Anne Yuengert, a partner with Bradley Arant Boult Cummings in Birmingham, Alabama, assists her clients in employee management, including assessing reasonable accommodations for disabilities and working through issues stemming from the Family and Medical Leave Act and Uniformed Services Employment and Reemployment Rights Act.
“The biggest concern” with the PWA, Yuengert said, “is that it tracks with the ADA, which states that you have to provide a reasonable accommodation to an employee or an applicant with a disability. Under the ADA, you never have to remove an essential function that is not a reasonable accommodation.”

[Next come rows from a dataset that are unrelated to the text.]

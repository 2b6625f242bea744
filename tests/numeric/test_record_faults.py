"""Every kind of fault is found where it was put, and clean practice data raise no alarm."""

import numpy as np
import pytest
import shapely
from steadfield.algorithms.numeric import field_faults, record_faults, record_stacks
from steadfield.algorithms.numeric.practice import make_district
from steadfield.algorithms.numeric.record_faults import FAULT, FINE, LOOK, RawRecords


@pytest.fixture(scope="module")
def district():
    return make_district(2, 0.1)


@pytest.fixture
def falls(district):
    return raw(district.falls.x.copy(), district.falls.y.copy())


def raw(x, y, **changes):
    state = np.where(np.isfinite(x) & np.isfinite(y), record_faults.PLACED, record_faults.MISSING)
    return RawRecords(x, y, x, y, changes.pop("state", state), **changes)


def rows_of(check):
    return np.flatnonzero(check.found).tolist()


@pytest.mark.parametrize(
    "layer", ["falls", "residents", "resting_places", "unlit_paths", "icy_paths"]
)
def test_clean_practice_data_raise_no_alarm(district, layer):
    points = getattr(district, layer)
    records = raw(points.x, points.y)
    checks = [
        *record_faults.check_geometry(records),
        record_faults.check_number(records),
        record_stacks.check_stacks(records)[0],
        record_faults.check_rounding(records)[0],
        record_faults.check_boundary(records, district.boundary),
        record_faults.check_far(records),
        record_faults.check_distortion(1.0, 1.0, len(points.x)),
        *field_faults.check_weights(np.ones(len(points.x))),
        field_faults.check_duplicates(records, np.arange(len(points.x))),
        field_faults.check_keys(np.arange(len(points.x))),
        field_faults.check_nulls("month", np.ones(len(points.x))),
    ]
    assert [check.words for check in checks if check.severity != FINE] == []
    assert record_faults.verdict(checks) == "No fault was found."


def test_every_kind_of_missing_place_is_told_apart(falls):
    state = falls.state.copy()
    for rows, kind in (([3], 1), ([5, 6], 2), ([8, 9, 10], 3), ([20], 4)):
        state[rows] = kind
    records = RawRecords(falls.x, falls.y, falls.x, falls.y, state)
    missing, empty, infinite, unplaceable = record_faults.check_geometry(records)
    assert rows_of(missing) == [3] and rows_of(empty) == [5, 6]
    assert rows_of(infinite) == [8, 9, 10] and rows_of(unplaceable) == [20]
    assert all(check.severity == FAULT and check.advice for check in (missing, empty, infinite))
    assert "CRS" in unplaceable.advice
    assert empty.words.startswith("2 of ")


def test_few_records_are_worth_a_look():
    check = record_faults.check_number(raw(np.arange(12.0), np.arange(12.0)))
    assert check.severity == LOOK
    assert "12 records" in check.words


def test_a_default_place_of_unknown_addresses_is_found_among_homes(falls):
    falls.x[::40], falls.y[::40] = falls.x[0], falls.y[0]
    check, sizes = record_stacks.check_stacks(falls)
    assert check.severity == FAULT
    piled = len(falls.x[::40])
    assert set(range(0, len(falls.x), 40)) <= set(rows_of(check))
    assert check.count == sizes[0] >= piled
    assert "1 spot of more than 12" in check.words


def test_flats_are_no_fault_until_the_user_says_how_many_may_live_at_one_door(district):
    residents = raw(district.residents.x, district.residents.y)
    check, sizes = record_stacks.check_stacks(residents)
    assert check.severity == FINE
    assert sizes.max() > 12
    strict, _ = record_stacks.check_stacks(residents, largest=20)
    assert strict.severity == FAULT
    assert strict.found.tolist() == (sizes > 20).tolist()


def test_middle_points_of_areas_are_recognised(district):
    # Every fall moved to the middle of its base unit: 90 spots for about 600 records.
    middle = shapely.centroid(district.units.polygons[district.fall_unit])
    x, y = np.append(shapely.get_x(middle), 0.0), np.append(shapely.get_y(middle), 0.0)
    check, _ = record_stacks.check_stacks(raw(x, y))
    assert check.severity == FAULT
    assert "areas" in check.advice
    _, spot, records = np.unique(x + 1j * y, return_inverse=True, return_counts=True)
    assert check.found.tolist() == (records[spot.reshape(-1)] > 1).tolist() and not check.found[-1]


def test_stack_sizes_count_the_records_on_each_spot():
    x = np.array([1.0, 2.0, 1.0, np.nan, 1.0, 2.0, 7.0])
    sizes = record_stacks.stack_sizes(raw(x, x))
    assert sizes.tolist() == [3, 2, 3, 0, 3, 2, 1]


def test_rounded_records_are_found_with_the_step_on_the_ground(falls):
    rng = np.random.default_rng(4)
    rounded = rng.uniform(size=len(falls.x)) < 0.15
    falls.x[rounded] = 100 * np.round(falls.x[rounded] / 100)
    falls.y[rounded] = 100 * np.round(falls.y[rounded] / 100)
    check, step = record_faults.check_rounding(falls)
    assert (check.severity, step) == (FAULT, pytest.approx(100.0))
    assert np.array_equal(check.found, rounded)
    assert "100 m" in check.words


def test_records_outside_the_boundary_are_found_with_their_distance(falls, district):
    left, _, _, top = district.boundary.bounds
    falls.x[[4, 90]], falls.y[[4, 90]] = left - 250.0, top + 4000.0
    falls.state[7] = record_faults.MISSING
    check = record_faults.check_boundary(falls, district.boundary)
    assert rows_of(check) == [4, 90]
    away = district.boundary.distance(shapely.Point(falls.x[4], falls.y[4]))
    assert f"{away:,.0f} m".replace(",", "\u202f") in check.words


def test_exchanged_coordinates_are_far_away(falls):
    falls.x[13], falls.y[13] = falls.y[13], falls.x[13]
    falls.x[15], falls.y[15] = 0.0, 0.0
    assert rows_of(record_faults.check_far(falls)) == [13, 15]


def test_repeated_records_are_found_but_not_people_who_share_a_home():
    x = np.array([1.0, 1.0, 1.0, 2.0, 1.0, np.nan])
    content = np.array([7, 8, 7, 7, 7, 7])
    check = field_faults.check_duplicates(raw(x, x), content)
    assert rows_of(check) == [2, 4]
    assert check.severity == FAULT
    assert field_faults.check_duplicates(raw(x, x)).severity == FINE


def test_repeated_and_missing_record_numbers_are_found():
    keys = np.array([10, 11, 10, None, 12, None], object)
    check = field_faults.check_keys(keys)
    assert rows_of(check) == [2, 3, 5]
    assert "1 of 6 records have a number that was given before, 2 of 6 records have none" in (
        check.words
    )


def test_each_kind_of_weight_fault_is_found():
    weights = np.ones(40)
    weights[[0, 3]] = np.nan, np.inf
    weights[5], weights[7], weights[9] = -2.0, 0.0, 30.0
    null, negative, zero, dominant = field_faults.check_weights(weights)
    assert (rows_of(null), rows_of(negative)) == ([0, 3], [5])
    assert (rows_of(zero), rows_of(dominant)) == ([7], [9])
    assert [check.severity for check in (null, negative, zero, dominant)] == [
        FAULT,
        FAULT,
        LOOK,
        LOOK,
    ]


def test_missing_values_are_those_that_hold_nothing():
    values = np.array(["a", None, "", "b", np.nan], object)
    assert field_faults.null_mask(values).tolist() == [False, True, True, False, True]
    assert field_faults.null_mask(np.array([1.0, np.nan])).tolist() == [False, True]
    assert field_faults.null_mask(np.array([1, 2])).tolist() == [False, False]
    check = field_faults.check_nulls("ward", values)
    assert "3 of 5" in check.words and "ward" in check.words


def test_area_distortion_beyond_one_percent_is_worth_a_look():
    assert record_faults.check_distortion(0.995, 1.004, 5).severity == FINE
    stretched = record_faults.check_distortion(2.4, 2.9, 5)
    assert stretched.severity == LOOK and "2.9" in stretched.words
    assert record_faults.check_distortion(np.nan, np.nan, 5).severity == LOOK


def test_faults_of_a_record_are_joined_and_fine_ones_left_out():
    found = np.array([True, False, True])
    other = np.array([False, False, True])
    checks = [
        record_faults.Check("outside", FAULT, found, ""),
        record_faults.Check("rounded", LOOK, other, ""),
        record_faults.Check("stacked", FINE, np.ones(3, bool), ""),
    ]
    words = record_faults.faults_in_words(checks, 3)
    assert words.tolist() == ["outside", None, "outside; rounded"]
    assert record_faults.verdict(checks).startswith("2 of 3 records are concerned by faults")


def test_no_records_at_all_raise_no_error():
    records = raw(np.empty(0), np.empty(0))
    assert record_stacks.check_stacks(records)[0].severity == FINE
    assert record_faults.check_rounding(records)[0].severity == FINE
    assert record_faults.check_far(records).severity == FINE
    assert record_faults.check_number(records).severity == LOOK
    inside = record_faults.check_boundary(records, shapely.box(0, 0, 1, 1))
    assert inside.severity == FINE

“It will be interesting to see where this is headed,” said Yuengert. “I have been very focused on the Equal Opportunity Employment Commission’s announcements because they will be the ones to take charges and will probably be the ones to release guidance.”

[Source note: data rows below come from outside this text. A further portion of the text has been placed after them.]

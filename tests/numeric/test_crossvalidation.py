"""Cross-validation curves against the sums over all pairs that define them."""

import numpy as np
import pytest
from steadfield.algorithms.numeric import bandwidth, crossvalidation, pairsums
from steadfield.algorithms.numeric.errors import CancelledError, InputError


def squared_distances(x, y):
    return (x[:, None] - x) ** 2 + (y[:, None] - y) ** 2


def least_squares_by_pairs(x, y, weights, bandwidths):
    """Scores and their first term, pair by pair."""
    squares = squared_distances(x, y)
    products = np.multiply.outer(weights, weights)
    others = ~np.eye(x.size, dtype=bool)
    total = weights.sum()
    first = np.array(
        [(products * np.exp(-squares / (4 * h**2))).sum() / (4 * np.pi * h**2) for h in bandwidths]
    )
    first /= total**2
    second = np.array(
        [
            (products * np.exp(-squares / (2 * h**2)))[others].sum() / (2 * np.pi * h**2)
            for h in bandwidths
        ]
    )
    second /= products[others].sum()
    return first - 2 * second, first


def likelihood_by_pairs(x, y, weights, bandwidths):
    """Leave-one-out log likelihood, pair by pair, in logarithms."""
    squares = squared_distances(x, y)
    scores = []
    for h in bandwidths:
        terms = np.log(weights) - squares / (2 * h**2)
        np.fill_diagonal(terms, -np.inf)
        logs = np.logaddexp.reduce(terms, axis=1) - np.log(2 * np.pi * h**2)
        scores.append(weights @ (logs - np.log(weights.sum() - weights)) / weights.sum())
    return np.array(scores)


def pattern(kind, count=500):
    """Records of several kinds that have troubled such sums."""
    generator = np.random.default_rng(17)
    x, y = 500_000 + generator.normal(0, 900, (2, count))
    weights = np.ones(count)
    if kind == "clustered":
        centres = generator.normal(0, 3000, (2, 12))
        x, y = centres[:, generator.integers(0, 12, count)] + generator.normal(0, 90, (2, count))
    if kind == "weighted":
        weights = generator.pareto(1.2, count) + 0.01
    if kind == "stacked":
        x[:200], y[:200] = x[200:400], y[200:400]
    if kind == "far":
        x[0] += 4e6
        y[1:4] -= 60_000
    if kind == "rows and columns":
        x, y = np.round(x / 5) * 5, np.round(y / 5) * 5
    return x, y, weights


KINDS = ["round", "clustered", "weighted", "stacked", "far", "rows and columns"]


def bandwidths_for(kind, x, y):
    if kind == "rows and columns":
        return np.geomspace(15.0, 600.0, 12)  # the lattice of the transform is that of the records
    scale = bandwidth.normal_scale(x, y)
    return np.geomspace(scale / 15, 1.5 * scale, 12)


@pytest.mark.parametrize("kind", KINDS)
def test_least_squares_curve_equals_the_pair_sum(kind):
    x, y, weights = pattern(kind)
    bandwidths = bandwidths_for(kind, x, y)
    expected, first = least_squares_by_pairs(x, y, weights, bandwidths)
    found = crossvalidation.least_squares_scores(x, y, bandwidths, weights)
    # relative to the score, or to its first term where the score passes through 0
    assert np.all(np.abs(found - expected) <= 1e-6 * np.maximum(np.abs(expected), first))


@pytest.mark.parametrize("pairs_per_node", [0, 1e9])
@pytest.mark.parametrize("kind", KINDS)
def test_likelihood_curve_equals_the_pair_sum(kind, pairs_per_node, monkeypatch):
    # read off surfaces, or all pairs
    monkeypatch.setattr(crossvalidation, "PAIRS_PER_NODE", pairs_per_node)
    x, y, weights = pattern(kind)
    bandwidths = bandwidths_for(kind, x, y)
    expected = likelihood_by_pairs(x, y, weights, bandwidths)
    found = crossvalidation.likelihood_scores(x, y, bandwidths, weights)
    np.testing.assert_allclose(found, expected, rtol=0, atol=5e-6)


def test_likelihood_of_very_lonely_records_does_not_underflow(monkeypatch):
    monkeypatch.setattr(crossvalidation, "PAIRS_PER_NODE", 0)
    x, y = np.array([0.0, 1000.0, 2500.0]), np.zeros(3)
    bandwidths = np.array([2.0, 5.0])
    expected = likelihood_by_pairs(x, y, np.ones(3), bandwidths)
    assert expected.max() < -5000  # exp of it is 0 in floating point
    found = crossvalidation.likelihood_scores(x, y, bandwidths)
    np.testing.assert_allclose(found, expected, rtol=1e-12)


def test_likelihood_of_a_record_far_from_a_dense_crowd_is_exact(monkeypatch):
    monkeypatch.setattr(crossvalidation, "PAIRS_PER_NODE", 0)
    generator = np.random.default_rng(2)
    x, y = generator.normal(0, 1, (2, 400))
    x[0] = 30.0
    bandwidths = np.array([0.5, 1.0])
    expected = likelihood_by_pairs(x, y, np.ones(400), bandwidths)
    found = crossvalidation.likelihood_scores(x, y, bandwidths)
    np.testing.assert_allclose(found, expected, rtol=0, atol=5e-6)


def test_weights_count_equal_records_in_the_pair_sum():
    x, y, _ = pattern("round", 60)
    spectrum = pairsums.record_spectrum(x, y, np.full(60, 3.0), 100.0, 400.0)
    thrice = pairsums.record_spectrum(np.repeat(x, 3), np.repeat(y, 3), np.ones(180), 100.0, 400.0)
    widths = np.array([100.0, 300.0])
    np.testing.assert_allclose(
        pairsums.pair_sums(spectrum, widths),
        pairsums.pair_sums(thrice, widths),
        rtol=1e-12,
    )


def test_least_squares_score_estimates_the_squared_error():
    # for records of a normal law the mean score is that of the closed form of the squared error
    generator = np.random.default_rng(41)
    count, h = 200, 0.4
    scores = [
        crossvalidation.least_squares_scores(*generator.normal(0, 1, (2, count)), h)[0]
        for _ in range(60)
    ]
    both = 1 / (4 * np.pi * h**2) / count + (1 - 1 / count) / (4 * np.pi * (1 + h**2))
    crossed = 1 / (2 * np.pi * (2 + h**2))
    standard_error = np.std(scores) / np.sqrt(len(scores))
    assert abs(np.mean(scores) - (both - 2 * crossed)) < 3.5 * standard_error


def test_two_records_are_needed():
    for scores in (crossvalidation.least_squares_scores, crossvalidation.likelihood_scores):
        with pytest.raises(InputError, match="two records"):
            scores([1.0], [2.0], [10.0])
        with pytest.raises(InputError, match="two records"):
            scores([1.0, 5.0], [2.0, 3.0], [10.0], weights=[1.0, 0.0])


def test_bandwidths_that_no_lattice_holds_are_refused_with_one_that_fits():
    generator = np.random.default_rng(1)
    x, y = generator.uniform(0, 1e5, (2, 3000))
    with pytest.raises(InputError, match="start at"):
        crossvalidation.least_squares_scores(x, y, [1.0, 1000.0])
    least = pairsums.narrowest_bandwidth(x, y, 1000.0)
    assert 50 < least < 200
    pairsums.record_spectrum(x, y, None, 20 * least, 1000.0 + 20 * least)


def test_cancelling_stops_the_likelihood():
    def cancel(share):
        raise CancelledError

    x, y, weights = pattern("round")
    with pytest.raises(CancelledError):
        crossvalidation.likelihood_scores(x, y, [100.0, 200.0], weights, progress=cancel)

But Koster said that, for employers who already conscientiously follow the ADA, there is a helpful framework in place that can be applied to pregnant employees. Employers can go through a similar “interactive process” with pregnant employees, Koster said, but should be careful not to engage in “benevolent stereotyping.”
“Employers should update their handbooks,” said Koster. “They should train managers to understand, that as a result of this legislation, employee managers are required to engage in an interactive process. And that does not mean going up to pregnant women and foisting change upon them.”
For example, Koster said, “[i]t would be punitive to automatically assign a pregnant employee to a reduced work schedule or to take them off business travel. In situations in which there is a known limitation, there is supposed to be an interactive process.”